Please give back, word for word, only the lines starting at the one containing "repository fd3da48e8bca573e" and ending at the one containing "Subsampling subsampling = trial" within the material below.

++++++

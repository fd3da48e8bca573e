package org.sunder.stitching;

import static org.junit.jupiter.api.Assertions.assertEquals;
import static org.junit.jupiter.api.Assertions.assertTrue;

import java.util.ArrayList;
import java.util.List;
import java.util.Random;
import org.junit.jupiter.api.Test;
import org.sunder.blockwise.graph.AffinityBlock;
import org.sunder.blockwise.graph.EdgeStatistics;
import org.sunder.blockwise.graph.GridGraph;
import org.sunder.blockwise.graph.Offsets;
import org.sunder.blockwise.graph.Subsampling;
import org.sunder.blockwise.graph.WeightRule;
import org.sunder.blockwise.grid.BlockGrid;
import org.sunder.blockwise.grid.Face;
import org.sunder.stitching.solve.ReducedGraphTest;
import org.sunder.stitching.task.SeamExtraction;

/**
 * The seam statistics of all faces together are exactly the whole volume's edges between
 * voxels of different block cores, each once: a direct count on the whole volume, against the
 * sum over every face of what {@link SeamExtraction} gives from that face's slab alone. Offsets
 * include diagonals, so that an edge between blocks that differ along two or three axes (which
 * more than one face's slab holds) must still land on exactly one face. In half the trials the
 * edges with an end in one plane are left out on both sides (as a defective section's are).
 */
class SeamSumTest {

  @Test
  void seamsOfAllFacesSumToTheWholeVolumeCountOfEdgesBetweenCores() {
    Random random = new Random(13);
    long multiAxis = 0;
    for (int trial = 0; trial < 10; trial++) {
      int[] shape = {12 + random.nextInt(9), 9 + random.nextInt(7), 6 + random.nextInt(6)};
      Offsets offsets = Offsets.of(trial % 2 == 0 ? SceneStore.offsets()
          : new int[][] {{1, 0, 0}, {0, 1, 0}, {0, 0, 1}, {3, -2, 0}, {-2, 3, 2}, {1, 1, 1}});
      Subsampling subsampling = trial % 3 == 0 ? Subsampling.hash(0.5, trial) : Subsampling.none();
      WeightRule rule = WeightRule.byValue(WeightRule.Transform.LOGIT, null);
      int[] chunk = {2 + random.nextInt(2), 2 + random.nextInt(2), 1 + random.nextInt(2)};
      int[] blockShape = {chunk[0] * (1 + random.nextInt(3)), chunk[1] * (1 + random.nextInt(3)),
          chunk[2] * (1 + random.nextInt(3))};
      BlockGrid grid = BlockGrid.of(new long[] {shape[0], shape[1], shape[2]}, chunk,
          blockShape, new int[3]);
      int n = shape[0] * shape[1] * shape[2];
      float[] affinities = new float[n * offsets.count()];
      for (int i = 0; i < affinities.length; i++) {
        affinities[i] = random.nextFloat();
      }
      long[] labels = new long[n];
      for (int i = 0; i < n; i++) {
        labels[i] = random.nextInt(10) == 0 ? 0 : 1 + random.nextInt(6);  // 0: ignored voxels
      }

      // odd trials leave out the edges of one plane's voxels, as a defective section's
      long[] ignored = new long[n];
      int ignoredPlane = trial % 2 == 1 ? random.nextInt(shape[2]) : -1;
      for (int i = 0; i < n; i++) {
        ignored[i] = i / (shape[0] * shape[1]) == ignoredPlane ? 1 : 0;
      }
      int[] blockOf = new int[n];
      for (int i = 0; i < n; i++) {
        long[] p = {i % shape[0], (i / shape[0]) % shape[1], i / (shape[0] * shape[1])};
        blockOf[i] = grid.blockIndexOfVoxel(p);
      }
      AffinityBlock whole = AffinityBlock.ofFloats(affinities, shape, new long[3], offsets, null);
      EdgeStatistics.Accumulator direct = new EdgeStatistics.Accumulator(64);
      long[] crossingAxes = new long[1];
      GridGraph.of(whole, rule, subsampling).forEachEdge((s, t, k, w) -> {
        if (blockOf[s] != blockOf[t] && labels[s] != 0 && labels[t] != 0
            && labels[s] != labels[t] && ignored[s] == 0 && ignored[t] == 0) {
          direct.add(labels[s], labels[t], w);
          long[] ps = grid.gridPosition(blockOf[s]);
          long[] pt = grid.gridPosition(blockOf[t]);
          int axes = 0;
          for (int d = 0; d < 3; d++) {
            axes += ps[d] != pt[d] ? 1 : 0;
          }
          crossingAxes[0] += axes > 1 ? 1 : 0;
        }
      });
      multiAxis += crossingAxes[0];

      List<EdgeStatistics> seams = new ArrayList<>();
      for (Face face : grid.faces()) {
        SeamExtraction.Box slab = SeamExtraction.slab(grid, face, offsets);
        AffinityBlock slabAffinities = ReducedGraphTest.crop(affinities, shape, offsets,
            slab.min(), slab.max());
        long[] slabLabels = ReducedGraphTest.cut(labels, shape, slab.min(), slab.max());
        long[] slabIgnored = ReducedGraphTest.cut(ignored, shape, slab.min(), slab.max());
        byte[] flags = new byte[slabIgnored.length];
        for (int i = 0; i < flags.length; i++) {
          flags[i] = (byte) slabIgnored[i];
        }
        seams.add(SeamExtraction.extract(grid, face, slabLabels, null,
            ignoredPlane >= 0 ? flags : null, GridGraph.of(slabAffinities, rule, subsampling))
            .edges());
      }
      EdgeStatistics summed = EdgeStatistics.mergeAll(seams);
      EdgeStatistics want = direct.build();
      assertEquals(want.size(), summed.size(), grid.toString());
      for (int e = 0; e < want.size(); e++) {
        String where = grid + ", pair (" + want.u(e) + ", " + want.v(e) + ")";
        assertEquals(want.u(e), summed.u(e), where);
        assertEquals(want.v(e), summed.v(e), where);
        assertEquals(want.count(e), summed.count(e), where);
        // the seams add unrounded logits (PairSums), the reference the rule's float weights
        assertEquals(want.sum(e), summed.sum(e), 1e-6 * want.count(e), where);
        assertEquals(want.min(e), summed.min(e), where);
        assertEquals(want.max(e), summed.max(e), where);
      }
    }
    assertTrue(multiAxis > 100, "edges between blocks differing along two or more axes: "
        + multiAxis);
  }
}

++++++

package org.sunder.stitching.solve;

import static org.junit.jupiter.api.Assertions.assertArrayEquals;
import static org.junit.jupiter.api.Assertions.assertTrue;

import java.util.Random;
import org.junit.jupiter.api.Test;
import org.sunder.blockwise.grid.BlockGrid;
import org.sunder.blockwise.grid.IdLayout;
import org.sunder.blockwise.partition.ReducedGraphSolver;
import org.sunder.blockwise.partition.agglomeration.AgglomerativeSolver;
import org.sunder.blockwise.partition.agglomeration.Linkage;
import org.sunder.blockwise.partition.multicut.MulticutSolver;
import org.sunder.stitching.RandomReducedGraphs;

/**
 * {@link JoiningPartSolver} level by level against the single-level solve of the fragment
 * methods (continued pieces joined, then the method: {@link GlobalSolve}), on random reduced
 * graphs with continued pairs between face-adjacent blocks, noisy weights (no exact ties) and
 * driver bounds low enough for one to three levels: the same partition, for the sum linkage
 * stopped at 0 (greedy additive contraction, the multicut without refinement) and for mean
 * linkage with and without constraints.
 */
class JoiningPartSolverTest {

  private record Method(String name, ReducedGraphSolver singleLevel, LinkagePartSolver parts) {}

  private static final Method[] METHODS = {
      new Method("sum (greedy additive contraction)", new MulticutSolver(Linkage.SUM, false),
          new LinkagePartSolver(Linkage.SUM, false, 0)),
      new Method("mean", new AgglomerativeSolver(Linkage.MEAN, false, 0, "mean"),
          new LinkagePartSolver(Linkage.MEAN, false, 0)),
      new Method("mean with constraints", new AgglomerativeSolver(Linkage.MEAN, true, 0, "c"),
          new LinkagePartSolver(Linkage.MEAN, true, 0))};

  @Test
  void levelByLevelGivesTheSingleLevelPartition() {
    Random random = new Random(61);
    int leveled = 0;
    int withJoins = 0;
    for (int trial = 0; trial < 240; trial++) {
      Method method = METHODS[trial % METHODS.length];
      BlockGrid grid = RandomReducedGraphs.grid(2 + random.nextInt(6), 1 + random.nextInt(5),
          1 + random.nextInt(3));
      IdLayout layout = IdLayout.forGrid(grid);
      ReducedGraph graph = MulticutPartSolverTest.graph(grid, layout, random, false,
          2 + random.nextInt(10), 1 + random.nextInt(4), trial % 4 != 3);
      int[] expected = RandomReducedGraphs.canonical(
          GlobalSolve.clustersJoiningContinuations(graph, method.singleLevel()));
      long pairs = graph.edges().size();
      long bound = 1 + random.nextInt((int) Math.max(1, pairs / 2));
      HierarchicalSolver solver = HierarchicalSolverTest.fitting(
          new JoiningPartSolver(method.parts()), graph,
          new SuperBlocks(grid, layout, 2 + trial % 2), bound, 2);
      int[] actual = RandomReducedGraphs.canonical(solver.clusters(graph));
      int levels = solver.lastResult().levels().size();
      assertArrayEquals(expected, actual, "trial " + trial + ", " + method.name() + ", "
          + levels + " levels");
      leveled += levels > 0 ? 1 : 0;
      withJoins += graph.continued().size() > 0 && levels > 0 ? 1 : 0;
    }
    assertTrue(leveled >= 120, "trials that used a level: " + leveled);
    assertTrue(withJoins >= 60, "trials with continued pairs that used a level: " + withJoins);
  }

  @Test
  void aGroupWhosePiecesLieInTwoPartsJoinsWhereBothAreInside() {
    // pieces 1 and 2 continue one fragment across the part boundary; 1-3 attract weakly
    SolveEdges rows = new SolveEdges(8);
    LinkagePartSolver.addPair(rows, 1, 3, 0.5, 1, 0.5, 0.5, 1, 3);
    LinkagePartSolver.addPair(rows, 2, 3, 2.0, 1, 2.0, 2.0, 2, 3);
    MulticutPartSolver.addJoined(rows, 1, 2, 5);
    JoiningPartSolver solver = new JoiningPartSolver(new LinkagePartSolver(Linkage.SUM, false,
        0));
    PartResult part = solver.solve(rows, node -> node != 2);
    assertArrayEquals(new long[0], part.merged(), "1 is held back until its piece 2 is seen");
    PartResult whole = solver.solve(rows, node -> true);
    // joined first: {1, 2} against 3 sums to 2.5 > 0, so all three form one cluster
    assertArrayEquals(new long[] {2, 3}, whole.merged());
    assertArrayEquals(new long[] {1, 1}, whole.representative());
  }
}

++++++

* **Exercise solution**:
repository fd3da48e8bca573e
package org.sunder.stitching;

import static org.junit.jupiter.api.Assertions.assertEquals;
import static org.junit.jupiter.api.Assertions.assertTrue;

import java.util.ArrayList;
import java.util.List;
import java.util.Random;
import org.junit.jupiter.api.Test;
import org.sunder.blockwise.graph.AffinityBlock;
import org.sunder.blockwise.graph.EdgeStatistics;
import org.sunder.blockwise.graph.GridGraph;
import org.sunder.blockwise.graph.Offsets;
import org.sunder.blockwise.graph.Subsampling;
import org.sunder.blockwise.graph.WeightRule;
import org.sunder.blockwise.grid.BlockGrid;
import org.sunder.blockwise.grid.Face;
import org.sunder.stitching.solve.ReducedGraphTest;
import org.sunder.stitching.task.SeamExtraction;

/**
 * The seam statistics of all faces together are exactly the whole volume's edges between
 * voxels of different block cores, each once: a direct count on the whole volume, against the
 * sum over every face of what {@link SeamExtraction} gives from that face's slab alone. Offsets
 * include diagonals, so that an edge between blocks that differ along two or three axes (which
 * more than one face's slab holds) must still land on exactly one face. In half the trials the
 * edges with an end in one plane are left out on both sides (as a defective section's are).
 */
class SeamSumTest {

  @Test
  void seamsOfAllFacesSumToTheWholeVolumeCountOfEdgesBetweenCores() {
    Random random = new Random(13);
    long multiAxis = 0;
    for (int trial = 0; trial < 10; trial++) {
      int[] shape = {12 + random.nextInt(9), 9 + random.nextInt(7), 6 + random.nextInt(6)};
      Offsets offsets = Offsets.of(trial % 2 == 0 ? SceneStore.offsets()
          : new int[][] {{1, 0, 0}, {0, 1, 0}, {0, 0, 1}, {3, -2, 0}, {-2, 3, 2}, {1, 1, 1}});
      Subsampling subsampling = trial % 3 == 0 ? Subsampling.hash(0.5, trial) : Subsampling.none();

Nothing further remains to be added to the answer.